# Front Hitch Project to Fisher Minute Mount



## TJS (Oct 22, 2003)

I wanted to keep this as simple as possible. Sometimes the more simple the more work you have to do. I had this old assembly laying around that I found at the dump. It was for a Mopar. I am not going to describe each picture so I will just summarize. I will not make this for anybody so don't ask. This is for informational and entertainment purposes only so if you mess yourself up it's on you. Oh and it cost me 7 bucks total, that was for the bolts.

I need to move my boat around and other stuff as well. Hence the front hitch.

Had to mill the ends to get the exact length I needed as well as have a nice flat surface to weld the new plates to. The first set of plates were 1/4" thick. I did not like that so I found some 3/8" scrap. Used the Bridgeport with digital read out to get the holes exactly where I want them on the plow frame. Oh, by the way, plow frames are not precision at all. My plates were within .001" (one thou) dimensionally as well as the hole spacing and the frame was .250" off. Anyway, used the plates as a jig to locate and center punch the holes. Welded some 1/2-13 locking nuts to the inside of the plates. Then tacked everything, mocked it up and did a full weld. I used my Dynasty 300DX tig machine for this.





































Next post.


----------



## TJS (Oct 22, 2003)

Continued.


----------



## TJS (Oct 22, 2003)

Continued.

Welding was done in this 95 degree heat and 80% humidity. I had a couple hickups as you can see cause I was dripping sweat and rushing.


----------



## TJS (Oct 22, 2003)

Continued. Paint and done.


----------



## Slushpuppy (Jan 20, 2007)

How do you like the dynasty 200? is it a watercooled torch? i have an older syncrowave 185 and im thinking about upgrading it. Thanks Nice little project and welds!


----------



## TJS (Oct 22, 2003)

JRS Landscaping;1479785 said:


> How do you like the dynasty 200? is it a watercooled torch? i have an older syncrowave 185 and im thinking about upgrading it. Thanks Nice little project and welds!
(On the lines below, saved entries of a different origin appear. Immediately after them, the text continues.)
package randomize

import (
	"encoding/json"
	"fmt"
	"os"
	"testing"

	"github.com/allotproject/allot/design"
)

func levels(prefix string, n int) []string {
	var l []string
	for i := 0; i < n; i++ {
		l = append(l, fmt.Sprintf("%s%d", prefix, i+1))
	}
	return l
}

// strataPlan builds a split-plot or Latin plan as design.Spec.Resolve does.
func strataPlan(t testing.TB, kind design.Kind, whole, sub, reps, blocks, latinT int, order bool, seed uint64) design.Plan {
	t.Helper()
	st := design.SeedText(seed)
	s := design.Spec{Design: string(kind), Seed: &st, Order: order, Response: []string{"y"}}
	if kind == design.Latin {
		s.Factor = []string{"t=" + join(levels("T", latinT))}
		s.Squares = blocks
	} else {
		s.WholePlot = []string{"A=" + join(levels("A", whole))}
		s.SubPlot = []string{"B=" + join(levels("B", sub))}
		s.Reps = fmt.Sprint(reps)
		if blocks > 1 {
			s.Blocks = blocks
		}
		s.WholePlotName = "chamber"
	}
	p, err := s.Resolve(nil)
	if err != nil {
		t.Fatal(err)
	}
	return p
}

func join(l []string) string {
	out := ""
	for i, s := range l {
		if i > 0 {
			out += ","
		}
		out += s
	}
	return out
}

// TestStrataIndependentImplementation compares split plots (step 9) and
// Latin squares (step 10) with testdata/reference/allot_pcg_v1.py, written
// from the documentation alone, unit for unit.
func TestStrataIndependentImplementation(t *testing.T) {
	b, err := os.ReadFile("../testdata/reference/layouts_strata.json")
	if err != nil {
		t.Fatal(err)
	}
	var ref struct {
		Cases []struct {
			Name                     string
			Seed                     uint64
			Design                   string
			Whole, Sub, Reps, Blocks int
			T, Squares               int
			Order                    bool
			Units                    []struct {
				Block, Position, Treatment, Order, Row, Col int
				MainPlot                                    int `json:"main_plot"`
			}
		}
	}
	if err := json.Unmarshal(b, &ref); err != nil {
		t.Fatal(err)
	}
	if len(ref.Cases) < 6 {
		t.Fatalf("%d reference cases; regenerate with testdata/reference/allot_pcg_v1.py", len(ref.Cases))
	}
	for _, c := range ref.Cases {
		blocks := c.Blocks
		if c.Design == string(design.Latin) {
			blocks = c.Squares
		}
		p := strataPlan(t, design.Kind(c.Design), c.Whole, c.Sub, c.Reps, blocks, c.T, c.Order, c.Seed)
		l, err := Assign(p)
		if err != nil {
			t.Fatalf("%s: %v", c.Name, err)
		}
		if len(l.Units) != len(c.Units) {
			t.Fatalf("%s: %d units, reference %d", c.Name, len(l.Units), len(c.Units))
		}
		for i, u := range l.Units {
			w := c.Units[i]
			if u.Block != w.Block || u.Position != w.Position || u.Treatment != w.Treatment || u.Order != w.Order || u.Row != w.Row || u.Col != w.Col || u.MainPlot != w.MainPlot {
				t.Errorf("%s unit %d: %+v, reference %+v", c.Name, i, u, w)
				break
			}
		}
	}
}

// TestLatinUniformSmall draws many 3 × 3 squares: all 12 Latin squares of
// order 3 must appear about equally often (the method is uniform for t ≤ 3).
func TestLatinUniformSmall(t *testing.T) {
	n := 6000
	if testing.Short() {
		n = 1200
	}
	count := map[string]int{}
	for seed := uint64(0); seed < uint64(n); seed++ {
		l, err := Assign(strataPlan(t, design.Latin, 0, 0, 0, 1, 3, false, seed))
		if err != nil {
			t.Fatal(err)
		}
		key := ""
		for _, u := range l.Units {
			key += fmt.Sprint(u.Treatment)
		}
		count[key]++
	}
	if len(count) != 12 {
		t.Fatalf("%d distinct 3 × 3 squares drawn, want all 12", len(count))
	}
	// Chi-square with 11 df: the 0.999 quantile is 31.26 (scipy.stats.chi2.ppf(0.999, 11)).
	exp := float64(n) / 12
	chi := 0.0
	for _, c := range count {
		chi += (float64(c) - exp) * (float64(c) - exp) / exp
	}
	if chi > 31.26 {
		t.Errorf("chi-square %.1f over 12 squares: not uniform", chi)
	}
}

// TestSplitPlotStreamsIndependent: the sub-plot order of a main plot does
// not change when another block is added.
func TestSplitPlotStreamsIndependent(t *testing.T) {
	a, err := Assign(strataPlan(t, design.SplitPlot, 3, 4, 1, 3, 0, false, 99))
	if err != nil {
		t.Fatal(err)
	}
	b, err := Assign(strataPlan(t, design.SplitPlot, 3, 4, 1, 4, 0, false, 99))
	if err != nil {
		t.Fatal(err)
	}
	for i := range a.Units {
		if a.Units[i].Treatment != b.Units[i].Treatment || a.Units[i].MainPlot != b.Units[i].MainPlot {
			t.Fatalf("unit %d changed with a fourth block: %+v vs %+v", i, a.Units[i], b.Units[i])
		}
	}
	if err := b.Check(); err != nil {
		t.Fatal(err)
	}
	// A unit moved to another main plot is caught by Check.
	b.Units[0].MainPlot = 2
	if err := b.Check(); err == nil {
		t.Error("Check accepts a unit in the wrong main plot")
	}
}

// BenchmarkAssignSplitPlot lays out 100 blocks of 10 main plots with 10
// sub-plots each (10,000 units).
func BenchmarkAssignSplitPlot(b *testing.B) {
	p := strataPlan(b, design.SplitPlot, 10, 10, 1, 100, 0, false, 1)
	for b.Loop() {
		if _, err := Assign(p); err != nil {
			b.Fatal(err)
		}
	}
}

// BenchmarkAssignLatin lays out 10 squares of 30 × 30 (9,000 units).
func BenchmarkAssignLatin(b *testing.B) {
	p := strataPlan(b, design.Latin, 0, 0, 0, 10, 30, false, 1)
	for b.Loop() {
		if _, err := Assign(p); err != nil {
			b.Fatal(err)
		}
	}
}
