// allocation reads a blind workbook with its key: each unit's treatment.
func allocation(t *testing.T, path string, key design.Key) map[string]string {
	t.Helper()
	fl, err := workbook.Read(path, workbook.ReadOptions{Key: &key})
	if err != nil {
		t.Fatalf("%s with its key: %v", path, err)
	}
	names := fl.Layout.Plan.Treatments()
	out := map[string]string{}
	for _, u := range fl.Layout.Units {
		out[u.ID] = names[u.Treatment].Name
	}
	return out
}

// inkRatio is the share of sampled pixels that differ from the top-left
// (background) pixel.
func inkRatio(img image.Image) float64 {
	b := img.Bounds()
	r0, g0, b0, _ := img.At(b.Min.X, b.Min.Y).RGBA()
	n, ink := 0, 0
	for y := b.Min.Y; y < b.Max.Y; y += 3 {
		for x := b.Min.X; x < b.Max.X; x += 3 {
			r, g, bl, _ := img.At(x, y).RGBA()
			n++
			if r != r0 || g != g0 || bl != b0 {
				ink++
			}
		}
	}
	return float64(ink) / float64(n)
}

// waitFile waits for a download to complete.
func waitFile(t *testing.T, path string) string {
	t.Helper()
	for range 200 {
		if st, err := os.Stat(path); err == nil && st.Size() > 0 {
			if _, err := os.Stat(path + ".crdownload"); os.IsNotExist(err) {
				return path
			}
		}
		time.Sleep(50 * time.Millisecond)
	}
	entries, _ := os.ReadDir(filepath.Dir(path))
	t.Fatalf("download %s did not arrive (folder holds %v)", path, entries)
	return ""
}

// shellWords splits a command as shown on a page: words separated by
// spaces, single quotes as options.ShellQuote writes them.
func shellWords(t *testing.T, s string) []string {
	t.Helper()
	var out []string
	var cur strings.Builder
	inWord, quoted := false, false
	for i := 0; i < len(s); i++ {
		c := s[i]
		switch {
		case quoted && c == '\'':
			quoted = false
		case quoted:
			cur.WriteByte(c)
		case c == '\'':
			quoted, inWord = true, true
		case c == '\\' && i+1 < len(s):
			i++
			cur.WriteByte(s[i])
			inWord = true
		case c == ' ' || c == '\n' || c == '\t':
			if inWord {
				out = append(out, cur.String())
				cur.Reset()
				inWord = false
			}
		default:
			cur.WriteByte(c)
			inWord = true
		}
	}
	if quoted {
		t.Fatalf("unbalanced quote in %q", s)
	}
	if inWord {
		out = append(out, cur.String())
	}
	return out
}

func jsonField(doc, key string) string {
	i := strings.Index(doc, `"`+key+`": "`)
	if i < 0 {
		return ""
	}
	rest := doc[i+len(key)+5:]
	j := strings.IndexByte(rest, '"')
	if j < 0 {
		return ""
	}
	return rest[:j]
}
I have a Dynasty 300DX with a water cooler set up now. I had a Dynasty 200DX. Didn't fit my needs. Sold it for what I bought it for and bought a 300 years back. You cannot compare the 200 to the 300. Even the arc is different. Looking at a Dynasty 350 $$. Thanks.


----------



## unhcp (Jan 20, 2010)

HA thats is a awesome idea!


----------



## fireside (Mar 1, 2008)

I wish i had a mill. I have 3/4 plates i need slotted for my snowplow retro fit i'm doing.
Great project again.


----------



## TJS (Oct 22, 2003)

fireside;1482398 said:


> I wish i had a mill. I have 3/4 plates i need slotted for my snowplow retro fit i'm doing.
> Great project again.


I see you are in CT. I am not that far from you. Send me a PM I can help you out.
T.J.


----------



## abbe (Sep 8, 2009)

Awesome job, i need one of these to mount a cooler and rod rack for the summer time.


----------



## brd64 (Nov 2, 2012)

TJS are you interested in fabricating another for a Fisher MM? If so roughly how much? Thanks


----------



## brd64 (Nov 2, 2012)

brd64;1508955 said:


> TJS are you interested in fabricating another for a Fisher MM? If so roughly how much? Thanks


Sorry just read your first post that your not selling them.


----------